Information:
import { logLikelihood } from '$lib/stats/fit/log-likelihood';
import { pulls, type Pull } from '$lib/stats/fit/pulls';
import { slopes } from '$lib/stats/fit/slopes';
import type { TrialLevels } from '$lib/stats/fit/trial-levels';
import { workspace } from '$lib/stats/fit/workspace';
import { describe, expect, it } from 'vitest';
import { dataOf, levelsOf, plainLogLikelihood, plainPmf, probabilities, type Problem } from './plain';

const shots = [12, 40, 66, 31, 9, 3];

function pullsAt(problem: Problem, levels: TrialLevels) {
  const space = workspace(dataOf(problem));
  logLikelihood(space, levels);
  const slope = slopes(space, levels);
  return { ...pulls(space, levels, slope), fisher: slope.fisher };
}

/** Slope and curvature in x of L at 0, from a function of x, by differences on one side. */
function derivatives(value: (x: number) => number, h: number): { slope: number; weight: number } {
  const [a, b, c, d] = [0, h, 2 * h, 3 * h].map(value);
  return {
    slope: (-11 * a + 18 * b - 9 * c + 2 * d) / (6 * h),
    weight: -(2 * a - 5 * b + 4 * c - d) / (h * h)
  };
}

function expectPull(pull: Pull | null, want: { slope: number; weight: number }): void {
  expect(pull).not.toBeNull();
  expect(Math.abs(pull!.slope - want.slope)).toBeLessThan(1e-4 * (1 + Math.abs(want.slope)));
  expect(Math.abs(pull!.weight - want.weight)).toBeLessThan(1e-2 * (1 + Math.abs(want.weight)));
}

const situations: { name: string; problem: Problem; levels: TrialLevels }[] = [
  {
    name: 'all counts',
    problem: { shots: [0, ...shots], trials: 10 },
    levels: levelsOf(
      [
        [0.15, 4],
        [0.45, 3]
      ],
      { ones: 1, zeros: 2 }
    )
  },
  {
    name: 'a lump',
    problem: { shots: [0, ...shots.slice(0, 4)], trials: 10, lump: { from: 5, shots: 12 } },
    levels: levelsOf(
      [
        [0.15, 4],
        [0.45, 3]
      ],
      { ones: 1, zeros: 2 }
    )
  },
  {
    name: 'empty shots set aside',
    problem: { shots, trials: 9, withoutEmpty: true },
    levels: levelsOf(
      [
        [0.12, 4],
        [0.5, 3]
      ],
      { zeros: 2 }
    )
  },
  {
    name: 'empty shots set aside and a sure trial, whose leaving makes shots empty',
    problem: { shots, trials: 9, withoutEmpty: true },
    levels: levelsOf(
      [
        [0.12, 4],
        [0.3, 3]
      ],
      { ones: 1, zeros: 1 }
    )
  }
];

describe.each(situations)('pulls with $name', ({ problem, levels }) => {
  const wants = pullsAt(problem, levels);
  const p = probabilities(levels);
  const value = (q: number[]) => plainLogLikelihood(problem, q);

  it('of a level that splits: slope and weight in x = ½Σδ²', () => {
    levels.p.forEach((level, j) => {
      const places = p.flatMap((q, k) => (q === level ? [k] : []));
      const spread = (x: number) => {
        const q = [...p];
        // Two trials by ±δ: ½Σδ² = δ².
        q[places[0]] += Math.sqrt(x);
        q[places[1]] -= Math.sqrt(x);
        return value(q);
      };
      expectPull(wants.split[j], derivatives(spread, 1e-4));
    });
  });

  it('of a trial that leaves 0, and of one that leaves 1', () => {
    const leave = (end: 0 | 1) => (x: number) => {
      const q = [...p];
      q[q.indexOf(end)] = end === 0 ? x : 1 - x;
      return value(q);
    };
    expectPull(wants.leaveZero, derivatives(leave(0), 1e-4));
    if (levels.ones > 0) expectPull(wants.leaveOne, derivatives(leave(1), 1e-4));
    else expect(wants.leaveOne).toBeNull();
  });
});

describe('pulls', () => {
  it('of a Poisson part that gives up a trial: slope in x = ½p²', () => {
    const problem = { shots, trials: null };
    const levels = levelsOf([[0.35, 3]], { zeros: Infinity, poissonPart: 1 });
    const wants = pullsAt(problem, levels);
    const gain = (p: number) => {
      const at = (q: number) => plainLogLikelihood(problem, [...probabilities(levels), q], 1 - q);
      return (at(p) - at(0)) / (p ** 2 / 2);
    };
    // The move is of second order in p with an error of first: extrapolated to p = 0.
    expect(wants.poissonSplit!.slope).toBeCloseTo(2 * gain(0.002) - gain(0.004), 2);
    expect(wants.leaveZero).toBeNull();
    expect(wants.split[0]).not.toBeNull();
  });

  it('couple to the levels through Σ h/f² ∂f/∂x ∂f/∂p, cell by cell', () => {
    const problem = { shots, trials: 8 };
    const levels = levelsOf(
      [
        [0.2, 3],
        [0.4, 4]
      ],
      { zeros: 1 }
    );
    const { leaveZero } = pullsAt(problem, levels);
    const p = probabilities(levels);
    const f = plainPmf(p);
    const step = 1e-6;
    const change = (q: number[]) => plainPmf(q).map((value, n) => (value - f[n]) / step);
    const leaving = change(p.map((one, k) => (k === 7 ? step : one)));
    levels.p.forEach((level, j) => {
      const along = change(p.map((one) => (one === level ? one + step : one)));
      let want = 0;
      shots.forEach((h, n) => (want += (h / f[n] ** 2) * leaving[n] * along[n]));
      expect(Math.abs(leaveZero!.touch[j] / want - 1)).toBeLessThan(1e-3);
    });
  });

  it('asks no split of a single trial, and nothing of a pool that is empty', () => {
    const wants = pullsAt(
      { shots, trials: 6 },
      levelsOf([
        [0.2, 1],
        [0.35, 5]
      ])
    );
    expect(wants.split[0]).toBeNull();
    expect(wants.split[1]).not.toBeNull();
    expect([wants.leaveZero, wants.leaveOne, wants.poissonSplit]).toEqual([null, null, null]);
  });
});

Task to complete:
Please write out each line of the listing above exactly.

Written answer:
import { logLikelihood } from '$lib/stats/fit/log-likelihood';
import { pulls, type Pull } from '$lib/stats/fit/pulls';
import { slopes } from '$lib/stats/fit/slopes';
import type { TrialLevels } from '$lib/stats/fit/trial-levels';
import { workspace } from '$lib/stats/fit/workspace';
import { describe, expect, it } from 'vitest';
import { dataOf, levelsOf, plainLogLikelihood, plainPmf, probabilities, type Problem } from './plain';

const shots = [12, 40, 66, 31, 9, 3];

function pullsAt(problem: Problem, levels: TrialLevels) {
  const space = workspace(dataOf(problem));
  logLikelihood(space, levels);
  const slope = slopes(space, levels);
  return { ...pulls(space, levels, slope), fisher: slope.fisher };
}

/** Slope and curvature in x of L at 0, from a function of x, by differences on one side. */
function derivatives(value: (x: number) => number, h: number): { slope: number; weight: number } {
  const [a, b, c, d] = [0, h, 2 * h, 3 * h].map(value);
  return {
    slope: (-11 * a + 18 * b - 9 * c + 2 * d) / (6 * h),
    weight: -(2 * a - 5 * b + 4 * c - d) / (h * h)
  };
}

function expectPull(pull: Pull | null, want: { slope: number; weight: number }): void {
  expect(pull).not.toBeNull();
  expect(Math.abs(pull!.slope - want.slope)).toBeLessThan(1e-4 * (1 + Math.abs(want.slope)));
  expect(Math.abs(pull!.weight - want.weight)).toBeLessThan(1e-2 * (1 + Math.abs(want.weight)));
}

const situations: { name: string; problem: Problem; levels: TrialLevels }[] = [
  {
    name: 'all counts',
    problem: { shots: [0, ...shots], trials: 10 },
    levels: levelsOf(
      [
        [0.15, 4],
        [0.45, 3]
      ],
      { ones: 1, zeros: 2 }
    )
  },
  {
    name: 'a lump',
    problem: { shots: [0, ...shots.slice(0, 4)], trials: 10, lump: { from: 5, shots: 12 } },
    levels: levelsOf(
      [
        [0.15, 4],
        [0.45, 3]
      ],
      { ones: 1, zeros: 2 }
    )
  },
  {
    name: 'empty shots set aside',
    problem: { shots, trials: 9, withoutEmpty: true },
    levels: levelsOf(
      [
        [0.12, 4],
        [0.5, 3]
      ],
      { zeros: 2 }
    )
  },
  {
    name: 'empty shots set aside and a sure trial, whose leaving makes shots empty',
    problem: { shots, trials: 9, withoutEmpty: true },
    levels: levelsOf(
      [
        [0.12, 4],
        [0.3, 3]
      ],
      { ones: 1, zeros: 1 }
    )
  }
];

describe.each(situations)('pulls with $name', ({ problem, levels }) => {
  const wants = pullsAt(problem, levels);
  const p = probabilities(levels);
  const value = (q: number[]) => plainLogLikelihood(problem, q);

  it('of a level that splits: slope and weight in x = ½Σδ²', () => {
    levels.p.forEach((level, j) => {
      const places = p.flatMap((q, k) => (q === level ? [k] : []));
      const spread = (x: number) => {
        const q = [...p];
        // Two trials by ±δ: ½Σδ² = δ².
        q[places[0]] += Math.sqrt(x);
        q[places[1]] -= Math.sqrt(x);
        return value(q);
      };
      expectPull(wants.split[j], derivatives(spread, 1e-4));
    });
  });

  it('of a trial that leaves 0, and of one that leaves 1', () => {
    const leave = (end: 0 | 1) => (x: number) => {
      const q = [...p];
      q[q.indexOf(end)] = end === 0 ? x : 1 - x;
      return value(q);
    };
    expectPull(wants.leaveZero, derivatives(leave(0), 1e-4));
    if (levels.ones > 0) expectPull(wants.leaveOne, derivatives(leave(1), 1e-4));
    else expect(wants.leaveOne).toBeNull();
  });
});

describe('pulls', () => {
  it('of a Poisson part that gives up a trial: slope in x = ½p²', () => {
    const problem = { shots, trials: null };
    const levels = levelsOf([[0.35, 3]], { zeros: Infinity, poissonPart: 1 });
    const wants = pullsAt(problem, levels);
    const gain = (p: number) => {
      const at = (q: number) => plainLogLikelihood(problem, [...probabilities(levels), q], 1 - q);
      return (at(p) - at(0)) / (p ** 2 / 2);
    };
    // The move is of second order in p with an error of first: extrapolated to p = 0.
    expect(wants.poissonSplit!.slope).toBeCloseTo(2 * gain(0.002) - gain(0.004), 2);
    expect(wants.leaveZero).toBeNull();
    expect(wants.split[0]).not.toBeNull();
  });

  it('couple to the levels through Σ h/f² ∂f/∂x ∂f/∂p, cell by cell', () => {
    const problem = { shots, trials: 8 };
    const levels = levelsOf(
      [
        [0.2, 3],
        [0.4, 4]
      ],
      { zeros: 1 }
    );
    const { leaveZero } = pullsAt(problem, levels);
    const p = probabilities(levels);
    const f = plainPmf(p);
    const step = 1e-6;
    const change = (q: number[]) => plainPmf(q).map((value, n) => (value - f[n]) / step);
    const leaving = change(p.map((one, k) => (k === 7 ? step : one)));
    levels.p.forEach((level, j) => {
      const along = change(p.map((one) => (one === level ? one + step : one)));
      let want = 0;
      shots.forEach((h, n) => (want += (h / f[n] ** 2) * leaving[n] * along[n]));
      expect(Math.abs(leaveZero!.touch[j] / want - 1)).toBeLessThan(1e-3);
    });
  });

  it('asks no split of a single trial, and nothing of a pool that is empty', () => {
    const wants = pullsAt(
      { shots, trials: 6 },
      levelsOf([
        [0.2, 1],
        [0.35, 5]
      ])
    );
    expect(wants.split[0]).toBeNull();
    expect(wants.split[1]).not.toBeNull();
    expect([wants.leaveZero, wants.leaveOne, wants.poissonSplit]).toEqual([null, null, null]);
  });
});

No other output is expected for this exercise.